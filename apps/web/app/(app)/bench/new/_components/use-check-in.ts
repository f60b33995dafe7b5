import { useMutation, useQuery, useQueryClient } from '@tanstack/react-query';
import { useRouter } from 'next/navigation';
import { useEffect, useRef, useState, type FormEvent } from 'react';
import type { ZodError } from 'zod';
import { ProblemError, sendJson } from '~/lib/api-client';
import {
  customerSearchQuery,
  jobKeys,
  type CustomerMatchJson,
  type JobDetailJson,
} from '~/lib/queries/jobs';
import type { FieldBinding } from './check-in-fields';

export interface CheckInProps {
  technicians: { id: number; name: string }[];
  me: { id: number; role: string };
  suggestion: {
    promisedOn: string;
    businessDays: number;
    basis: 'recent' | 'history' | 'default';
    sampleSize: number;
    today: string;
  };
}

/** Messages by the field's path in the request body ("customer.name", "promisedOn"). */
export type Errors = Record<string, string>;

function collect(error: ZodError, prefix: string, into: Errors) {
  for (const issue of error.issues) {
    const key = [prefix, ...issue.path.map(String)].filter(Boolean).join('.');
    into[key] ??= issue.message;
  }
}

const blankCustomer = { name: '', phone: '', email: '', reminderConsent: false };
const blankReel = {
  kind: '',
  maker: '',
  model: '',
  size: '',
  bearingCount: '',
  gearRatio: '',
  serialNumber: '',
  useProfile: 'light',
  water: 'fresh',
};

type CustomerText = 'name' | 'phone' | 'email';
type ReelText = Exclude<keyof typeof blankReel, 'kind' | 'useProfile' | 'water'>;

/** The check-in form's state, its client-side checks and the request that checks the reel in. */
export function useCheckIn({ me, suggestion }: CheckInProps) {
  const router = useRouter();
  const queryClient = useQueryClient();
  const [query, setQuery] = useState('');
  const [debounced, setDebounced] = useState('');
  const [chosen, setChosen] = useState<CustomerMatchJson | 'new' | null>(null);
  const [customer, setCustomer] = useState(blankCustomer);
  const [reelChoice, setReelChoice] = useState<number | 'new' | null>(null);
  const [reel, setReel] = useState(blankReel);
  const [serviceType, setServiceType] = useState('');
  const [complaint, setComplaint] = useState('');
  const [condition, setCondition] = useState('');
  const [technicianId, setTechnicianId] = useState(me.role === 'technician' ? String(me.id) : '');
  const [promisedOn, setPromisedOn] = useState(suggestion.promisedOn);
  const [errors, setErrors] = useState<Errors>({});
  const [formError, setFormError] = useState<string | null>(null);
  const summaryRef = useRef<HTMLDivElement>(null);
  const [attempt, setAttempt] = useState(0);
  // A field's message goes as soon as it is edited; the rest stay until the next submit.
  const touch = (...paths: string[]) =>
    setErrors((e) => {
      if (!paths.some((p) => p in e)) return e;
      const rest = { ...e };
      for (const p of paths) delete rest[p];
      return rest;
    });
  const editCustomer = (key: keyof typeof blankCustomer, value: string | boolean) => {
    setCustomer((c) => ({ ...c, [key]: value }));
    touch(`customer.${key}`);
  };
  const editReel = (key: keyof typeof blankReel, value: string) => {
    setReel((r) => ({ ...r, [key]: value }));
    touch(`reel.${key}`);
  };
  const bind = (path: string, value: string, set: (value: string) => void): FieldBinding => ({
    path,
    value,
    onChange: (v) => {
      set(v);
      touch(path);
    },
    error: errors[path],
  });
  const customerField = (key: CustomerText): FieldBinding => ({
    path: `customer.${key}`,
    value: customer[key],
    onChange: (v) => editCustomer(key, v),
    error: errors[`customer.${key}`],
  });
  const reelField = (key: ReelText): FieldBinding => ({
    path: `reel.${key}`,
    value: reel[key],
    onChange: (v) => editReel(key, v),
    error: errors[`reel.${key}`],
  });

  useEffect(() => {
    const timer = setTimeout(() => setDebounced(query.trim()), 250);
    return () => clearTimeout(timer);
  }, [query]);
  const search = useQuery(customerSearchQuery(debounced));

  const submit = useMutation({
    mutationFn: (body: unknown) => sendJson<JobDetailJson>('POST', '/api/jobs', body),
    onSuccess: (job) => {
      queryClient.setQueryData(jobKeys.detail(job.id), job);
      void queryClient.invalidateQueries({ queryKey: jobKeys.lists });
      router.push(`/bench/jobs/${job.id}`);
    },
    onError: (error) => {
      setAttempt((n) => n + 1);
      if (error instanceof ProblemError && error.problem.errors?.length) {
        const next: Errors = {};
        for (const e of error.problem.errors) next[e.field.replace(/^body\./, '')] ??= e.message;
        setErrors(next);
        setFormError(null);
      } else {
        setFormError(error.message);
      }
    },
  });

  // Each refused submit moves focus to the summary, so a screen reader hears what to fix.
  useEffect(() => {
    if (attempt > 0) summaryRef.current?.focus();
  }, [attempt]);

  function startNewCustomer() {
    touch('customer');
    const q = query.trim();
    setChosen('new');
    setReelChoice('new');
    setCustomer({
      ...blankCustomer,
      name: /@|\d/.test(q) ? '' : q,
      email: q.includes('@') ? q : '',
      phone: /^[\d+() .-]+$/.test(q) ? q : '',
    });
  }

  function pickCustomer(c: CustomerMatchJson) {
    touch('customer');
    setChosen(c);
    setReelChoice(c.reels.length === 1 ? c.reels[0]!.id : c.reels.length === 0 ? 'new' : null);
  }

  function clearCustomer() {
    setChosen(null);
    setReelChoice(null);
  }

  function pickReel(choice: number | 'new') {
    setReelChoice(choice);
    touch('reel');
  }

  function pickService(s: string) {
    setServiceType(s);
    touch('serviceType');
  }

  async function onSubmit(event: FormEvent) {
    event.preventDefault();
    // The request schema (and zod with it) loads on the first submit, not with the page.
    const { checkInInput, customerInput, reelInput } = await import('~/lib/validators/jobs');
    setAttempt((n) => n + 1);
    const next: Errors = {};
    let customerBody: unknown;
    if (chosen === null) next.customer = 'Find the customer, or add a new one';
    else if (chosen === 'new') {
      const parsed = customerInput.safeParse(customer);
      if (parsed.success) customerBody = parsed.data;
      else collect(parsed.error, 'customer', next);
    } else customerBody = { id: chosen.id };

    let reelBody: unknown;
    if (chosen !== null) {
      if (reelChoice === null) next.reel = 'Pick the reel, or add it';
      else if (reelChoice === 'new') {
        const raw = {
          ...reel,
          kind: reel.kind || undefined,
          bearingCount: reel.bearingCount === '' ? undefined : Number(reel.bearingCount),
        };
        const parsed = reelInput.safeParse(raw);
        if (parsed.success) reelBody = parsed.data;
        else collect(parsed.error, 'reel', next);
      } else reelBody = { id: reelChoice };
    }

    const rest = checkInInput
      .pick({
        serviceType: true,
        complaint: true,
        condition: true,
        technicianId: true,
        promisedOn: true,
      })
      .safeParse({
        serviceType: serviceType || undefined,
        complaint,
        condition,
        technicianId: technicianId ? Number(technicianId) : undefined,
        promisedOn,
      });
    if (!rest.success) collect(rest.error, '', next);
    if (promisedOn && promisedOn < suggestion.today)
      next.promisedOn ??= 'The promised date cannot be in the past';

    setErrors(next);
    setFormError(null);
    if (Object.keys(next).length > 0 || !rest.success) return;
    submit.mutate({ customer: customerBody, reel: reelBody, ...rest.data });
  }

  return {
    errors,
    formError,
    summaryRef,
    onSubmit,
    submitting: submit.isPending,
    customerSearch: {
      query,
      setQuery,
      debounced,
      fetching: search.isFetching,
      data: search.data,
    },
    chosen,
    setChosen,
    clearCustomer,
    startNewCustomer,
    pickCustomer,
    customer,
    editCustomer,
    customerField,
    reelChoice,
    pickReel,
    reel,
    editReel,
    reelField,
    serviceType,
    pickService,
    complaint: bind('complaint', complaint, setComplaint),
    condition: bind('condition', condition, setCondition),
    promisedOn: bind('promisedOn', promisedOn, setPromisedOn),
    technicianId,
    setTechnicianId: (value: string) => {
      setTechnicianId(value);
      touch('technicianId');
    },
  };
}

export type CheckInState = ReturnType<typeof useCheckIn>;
___
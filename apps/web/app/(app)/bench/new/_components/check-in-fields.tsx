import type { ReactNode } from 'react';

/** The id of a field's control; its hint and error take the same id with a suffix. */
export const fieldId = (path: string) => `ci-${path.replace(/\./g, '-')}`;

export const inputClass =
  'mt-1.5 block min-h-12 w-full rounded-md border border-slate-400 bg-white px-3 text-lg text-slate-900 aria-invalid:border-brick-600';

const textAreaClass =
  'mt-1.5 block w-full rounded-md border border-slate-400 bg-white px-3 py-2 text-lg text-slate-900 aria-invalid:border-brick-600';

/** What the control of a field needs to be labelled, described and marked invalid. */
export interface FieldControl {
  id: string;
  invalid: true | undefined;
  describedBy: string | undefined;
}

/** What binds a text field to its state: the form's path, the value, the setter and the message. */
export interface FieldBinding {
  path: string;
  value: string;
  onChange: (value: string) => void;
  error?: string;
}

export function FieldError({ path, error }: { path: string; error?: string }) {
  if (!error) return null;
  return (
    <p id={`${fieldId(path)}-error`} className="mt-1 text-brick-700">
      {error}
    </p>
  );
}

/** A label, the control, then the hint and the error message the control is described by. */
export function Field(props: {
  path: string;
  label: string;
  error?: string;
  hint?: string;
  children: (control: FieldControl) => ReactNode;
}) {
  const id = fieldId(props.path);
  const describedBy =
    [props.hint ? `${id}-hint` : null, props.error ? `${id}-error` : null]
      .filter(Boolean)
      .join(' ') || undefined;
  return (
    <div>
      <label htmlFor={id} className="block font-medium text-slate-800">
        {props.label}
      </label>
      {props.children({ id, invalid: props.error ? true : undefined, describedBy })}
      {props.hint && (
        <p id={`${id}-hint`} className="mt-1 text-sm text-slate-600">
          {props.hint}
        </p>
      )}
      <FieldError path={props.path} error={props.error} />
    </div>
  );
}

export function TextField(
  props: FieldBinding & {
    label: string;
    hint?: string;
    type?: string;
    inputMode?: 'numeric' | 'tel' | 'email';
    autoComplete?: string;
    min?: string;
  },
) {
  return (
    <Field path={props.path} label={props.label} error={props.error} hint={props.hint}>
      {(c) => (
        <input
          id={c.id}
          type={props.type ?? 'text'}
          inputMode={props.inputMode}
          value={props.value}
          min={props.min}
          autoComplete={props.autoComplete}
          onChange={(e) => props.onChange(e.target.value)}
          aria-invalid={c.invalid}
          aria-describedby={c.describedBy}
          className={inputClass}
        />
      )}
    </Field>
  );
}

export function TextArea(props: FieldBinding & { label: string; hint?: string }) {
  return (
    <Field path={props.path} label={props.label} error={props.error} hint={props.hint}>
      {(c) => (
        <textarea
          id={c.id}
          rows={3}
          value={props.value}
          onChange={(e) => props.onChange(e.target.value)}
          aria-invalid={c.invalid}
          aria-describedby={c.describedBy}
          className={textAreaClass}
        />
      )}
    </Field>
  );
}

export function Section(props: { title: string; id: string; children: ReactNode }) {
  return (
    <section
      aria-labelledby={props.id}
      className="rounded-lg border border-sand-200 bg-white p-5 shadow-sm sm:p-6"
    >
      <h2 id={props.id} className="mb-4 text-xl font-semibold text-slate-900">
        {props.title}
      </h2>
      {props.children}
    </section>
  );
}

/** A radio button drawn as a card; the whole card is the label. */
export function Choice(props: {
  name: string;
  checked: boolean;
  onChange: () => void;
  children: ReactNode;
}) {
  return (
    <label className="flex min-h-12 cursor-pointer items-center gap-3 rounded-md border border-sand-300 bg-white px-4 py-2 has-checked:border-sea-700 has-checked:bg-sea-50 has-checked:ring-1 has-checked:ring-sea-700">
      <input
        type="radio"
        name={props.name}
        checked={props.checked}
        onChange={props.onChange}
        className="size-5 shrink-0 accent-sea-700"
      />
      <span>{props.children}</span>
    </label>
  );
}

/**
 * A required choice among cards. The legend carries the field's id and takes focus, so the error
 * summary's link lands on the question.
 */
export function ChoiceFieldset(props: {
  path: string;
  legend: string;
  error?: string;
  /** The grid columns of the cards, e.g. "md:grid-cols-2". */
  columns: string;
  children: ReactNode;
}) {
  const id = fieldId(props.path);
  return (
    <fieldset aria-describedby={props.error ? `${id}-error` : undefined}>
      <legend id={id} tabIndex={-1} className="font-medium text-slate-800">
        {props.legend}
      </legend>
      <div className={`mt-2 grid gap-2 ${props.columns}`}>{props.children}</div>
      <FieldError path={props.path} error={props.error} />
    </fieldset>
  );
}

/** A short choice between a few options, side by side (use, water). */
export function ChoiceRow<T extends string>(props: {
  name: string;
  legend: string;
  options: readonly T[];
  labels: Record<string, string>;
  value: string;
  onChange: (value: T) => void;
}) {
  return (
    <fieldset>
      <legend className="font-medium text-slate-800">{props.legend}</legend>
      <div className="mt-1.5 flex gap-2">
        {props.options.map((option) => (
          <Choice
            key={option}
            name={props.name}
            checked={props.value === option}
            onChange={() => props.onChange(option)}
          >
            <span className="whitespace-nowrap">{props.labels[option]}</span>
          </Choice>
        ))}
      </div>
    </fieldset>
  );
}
___
• **Task details**:
Give back exactly the lines above, from the line containing "export interface CheckInProps" through the line containing "const [reelChoice, setReelChoice]", with both end lines and nothing more.

• **Task response**:
export interface CheckInProps {
  technicians: { id: number; name: string }[];
  me: { id: number; role: string };
  suggestion: {
    promisedOn: string;
    businessDays: number;
    basis: 'recent' | 'history' | 'default';
    sampleSize: number;
    today: string;
  };
}

/** Messages by the field's path in the request body ("customer.name", "promisedOn"). */
export type Errors = Record<string, string>;

function collect(error: ZodError, prefix: string, into: Errors) {
  for (const issue of error.issues) {
    const key = [prefix, ...issue.path.map(String)].filter(Boolean).join('.');
    into[key] ??= issue.message;
  }
}

const blankCustomer = { name: '', phone: '', email: '', reminderConsent: false };
const blankReel = {
  kind: '',
  maker: '',
  model: '',
  size: '',
  bearingCount: '',
  gearRatio: '',
  serialNumber: '',
  useProfile: 'light',
  water: 'fresh',
};

type CustomerText = 'name' | 'phone' | 'email';
type ReelText = Exclude<keyof typeof blankReel, 'kind' | 'useProfile' | 'water'>;

/** The check-in form's state, its client-side checks and the request that checks the reel in. */
export function useCheckIn({ me, suggestion }: CheckInProps) {
  const router = useRouter();
  const queryClient = useQueryClient();
  const [query, setQuery] = useState('');
  const [debounced, setDebounced] = useState('');
  const [chosen, setChosen] = useState<CustomerMatchJson | 'new' | null>(null);
  const [customer, setCustomer] = useState(blankCustomer);
  const [reelChoice, setReelChoice] = useState<number | 'new' | null>(null);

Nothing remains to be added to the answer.